**EXERCISE GOAL**
Starting at the first line of the data below, repeat each line word for word up to and including the line with "an audio device), never".

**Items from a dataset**
★ ★ ★

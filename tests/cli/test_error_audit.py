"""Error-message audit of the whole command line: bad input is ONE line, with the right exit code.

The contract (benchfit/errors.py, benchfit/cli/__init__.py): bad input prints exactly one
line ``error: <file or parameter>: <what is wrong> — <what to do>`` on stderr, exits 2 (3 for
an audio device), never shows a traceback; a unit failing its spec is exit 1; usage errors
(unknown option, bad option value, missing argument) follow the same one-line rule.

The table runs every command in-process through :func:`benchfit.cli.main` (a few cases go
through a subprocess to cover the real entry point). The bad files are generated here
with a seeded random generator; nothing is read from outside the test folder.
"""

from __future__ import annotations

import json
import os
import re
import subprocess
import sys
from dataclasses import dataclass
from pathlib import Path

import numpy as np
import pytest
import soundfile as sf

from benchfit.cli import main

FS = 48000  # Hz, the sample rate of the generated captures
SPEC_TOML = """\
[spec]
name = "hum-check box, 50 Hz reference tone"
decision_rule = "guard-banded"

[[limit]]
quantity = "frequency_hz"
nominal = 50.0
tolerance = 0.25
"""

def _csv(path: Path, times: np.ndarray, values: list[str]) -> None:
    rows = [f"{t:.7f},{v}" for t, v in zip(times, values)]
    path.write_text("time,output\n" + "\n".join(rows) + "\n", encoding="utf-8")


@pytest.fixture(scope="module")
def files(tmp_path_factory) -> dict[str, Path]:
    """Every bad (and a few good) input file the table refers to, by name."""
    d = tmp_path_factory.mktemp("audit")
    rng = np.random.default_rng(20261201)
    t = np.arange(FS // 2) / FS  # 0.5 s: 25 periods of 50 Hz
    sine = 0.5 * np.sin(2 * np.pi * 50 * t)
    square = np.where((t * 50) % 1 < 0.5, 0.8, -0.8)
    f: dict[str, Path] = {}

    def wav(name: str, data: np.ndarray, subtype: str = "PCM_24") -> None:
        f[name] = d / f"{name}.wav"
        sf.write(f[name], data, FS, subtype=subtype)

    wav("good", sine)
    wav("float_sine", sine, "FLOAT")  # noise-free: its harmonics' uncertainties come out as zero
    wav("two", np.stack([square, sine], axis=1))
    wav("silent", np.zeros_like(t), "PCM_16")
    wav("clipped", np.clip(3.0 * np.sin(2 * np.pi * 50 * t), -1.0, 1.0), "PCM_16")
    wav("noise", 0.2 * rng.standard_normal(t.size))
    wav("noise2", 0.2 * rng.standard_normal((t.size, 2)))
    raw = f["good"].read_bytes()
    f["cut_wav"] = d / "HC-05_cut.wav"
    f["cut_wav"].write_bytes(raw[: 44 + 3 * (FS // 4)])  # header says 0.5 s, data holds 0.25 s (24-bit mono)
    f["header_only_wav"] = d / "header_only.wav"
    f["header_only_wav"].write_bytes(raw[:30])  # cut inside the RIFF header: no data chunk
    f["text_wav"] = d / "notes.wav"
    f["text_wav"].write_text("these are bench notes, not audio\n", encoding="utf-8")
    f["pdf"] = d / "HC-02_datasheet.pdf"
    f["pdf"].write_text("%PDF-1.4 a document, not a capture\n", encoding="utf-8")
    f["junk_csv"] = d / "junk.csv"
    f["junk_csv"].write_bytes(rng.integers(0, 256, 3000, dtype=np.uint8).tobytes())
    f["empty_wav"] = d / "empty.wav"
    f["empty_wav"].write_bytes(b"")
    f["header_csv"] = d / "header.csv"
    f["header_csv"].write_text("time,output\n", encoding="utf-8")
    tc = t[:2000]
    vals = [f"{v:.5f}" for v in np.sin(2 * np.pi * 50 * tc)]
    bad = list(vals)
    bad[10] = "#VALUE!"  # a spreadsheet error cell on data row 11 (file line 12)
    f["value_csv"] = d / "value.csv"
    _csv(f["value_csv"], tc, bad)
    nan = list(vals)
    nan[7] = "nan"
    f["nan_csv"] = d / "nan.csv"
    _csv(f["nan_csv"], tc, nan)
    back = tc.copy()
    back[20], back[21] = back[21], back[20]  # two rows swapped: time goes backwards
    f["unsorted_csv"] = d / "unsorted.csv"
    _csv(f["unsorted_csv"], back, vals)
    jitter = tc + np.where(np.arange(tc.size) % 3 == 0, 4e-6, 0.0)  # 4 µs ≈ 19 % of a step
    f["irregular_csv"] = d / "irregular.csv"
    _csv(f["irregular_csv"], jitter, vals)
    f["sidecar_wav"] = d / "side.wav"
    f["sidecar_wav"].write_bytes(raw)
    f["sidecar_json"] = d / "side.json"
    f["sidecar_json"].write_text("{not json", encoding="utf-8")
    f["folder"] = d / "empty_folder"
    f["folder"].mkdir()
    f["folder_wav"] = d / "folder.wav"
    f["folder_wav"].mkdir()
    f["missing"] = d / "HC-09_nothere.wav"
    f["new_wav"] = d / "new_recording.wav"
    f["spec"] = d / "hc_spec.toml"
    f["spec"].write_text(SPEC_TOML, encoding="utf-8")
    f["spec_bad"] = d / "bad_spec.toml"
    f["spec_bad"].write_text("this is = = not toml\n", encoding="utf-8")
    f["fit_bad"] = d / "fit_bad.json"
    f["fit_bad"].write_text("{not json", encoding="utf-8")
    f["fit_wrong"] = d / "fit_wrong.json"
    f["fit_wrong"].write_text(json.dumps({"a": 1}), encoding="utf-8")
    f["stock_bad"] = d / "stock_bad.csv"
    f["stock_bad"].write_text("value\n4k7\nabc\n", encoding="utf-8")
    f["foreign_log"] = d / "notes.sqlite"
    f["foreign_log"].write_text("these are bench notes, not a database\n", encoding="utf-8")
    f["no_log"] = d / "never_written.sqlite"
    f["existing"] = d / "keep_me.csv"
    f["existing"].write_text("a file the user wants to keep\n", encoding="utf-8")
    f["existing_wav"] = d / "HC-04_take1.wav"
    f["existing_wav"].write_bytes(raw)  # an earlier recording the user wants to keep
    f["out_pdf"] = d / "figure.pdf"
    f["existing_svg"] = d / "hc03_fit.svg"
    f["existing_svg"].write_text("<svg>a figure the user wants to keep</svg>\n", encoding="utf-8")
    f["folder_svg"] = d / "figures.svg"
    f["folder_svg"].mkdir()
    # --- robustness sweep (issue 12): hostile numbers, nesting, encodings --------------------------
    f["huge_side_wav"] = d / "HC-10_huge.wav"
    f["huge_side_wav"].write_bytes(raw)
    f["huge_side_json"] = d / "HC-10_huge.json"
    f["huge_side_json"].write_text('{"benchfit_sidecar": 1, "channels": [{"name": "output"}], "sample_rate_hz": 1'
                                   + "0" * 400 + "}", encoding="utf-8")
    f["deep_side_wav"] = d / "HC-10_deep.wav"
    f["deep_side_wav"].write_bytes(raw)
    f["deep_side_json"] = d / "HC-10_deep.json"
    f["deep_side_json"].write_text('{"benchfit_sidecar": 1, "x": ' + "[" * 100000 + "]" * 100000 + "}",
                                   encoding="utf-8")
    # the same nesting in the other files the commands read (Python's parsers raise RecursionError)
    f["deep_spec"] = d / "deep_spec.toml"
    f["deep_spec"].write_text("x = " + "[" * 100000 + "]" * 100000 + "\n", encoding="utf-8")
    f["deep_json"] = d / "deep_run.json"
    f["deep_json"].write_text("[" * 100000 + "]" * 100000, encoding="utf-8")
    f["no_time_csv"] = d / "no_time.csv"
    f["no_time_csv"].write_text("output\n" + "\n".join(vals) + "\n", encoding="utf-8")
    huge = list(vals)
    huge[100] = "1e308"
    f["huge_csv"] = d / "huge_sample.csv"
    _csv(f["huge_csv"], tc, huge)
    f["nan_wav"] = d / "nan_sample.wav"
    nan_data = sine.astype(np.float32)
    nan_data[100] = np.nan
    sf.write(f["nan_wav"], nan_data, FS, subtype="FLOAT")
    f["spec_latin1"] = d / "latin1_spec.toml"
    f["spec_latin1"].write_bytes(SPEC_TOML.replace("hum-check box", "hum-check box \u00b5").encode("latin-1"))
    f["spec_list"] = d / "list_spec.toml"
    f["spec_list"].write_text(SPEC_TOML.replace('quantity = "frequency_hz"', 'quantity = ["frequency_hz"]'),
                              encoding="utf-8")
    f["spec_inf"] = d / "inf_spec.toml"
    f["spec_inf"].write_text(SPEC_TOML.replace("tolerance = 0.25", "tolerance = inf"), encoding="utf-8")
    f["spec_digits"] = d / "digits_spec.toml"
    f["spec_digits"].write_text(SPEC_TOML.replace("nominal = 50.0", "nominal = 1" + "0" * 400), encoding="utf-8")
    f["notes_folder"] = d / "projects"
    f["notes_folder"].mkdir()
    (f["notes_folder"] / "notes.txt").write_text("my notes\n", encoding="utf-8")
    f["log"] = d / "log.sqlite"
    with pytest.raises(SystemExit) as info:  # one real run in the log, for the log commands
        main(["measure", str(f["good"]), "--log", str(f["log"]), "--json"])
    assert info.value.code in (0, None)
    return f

★ ★ ★

**EXERCISE RESPONSE**
filename tests/cli/test_error_audit.py
"""Error-message audit of the whole command line: bad input is ONE line, with the right exit code.

The contract (benchfit/errors.py, benchfit/cli/__init__.py): bad input prints exactly one
line ``error: <file or parameter>: <what is wrong> — <what to do>`` on stderr, exits 2 (3 for
an audio device), never shows a traceback; a unit failing its spec is exit 1; usage errors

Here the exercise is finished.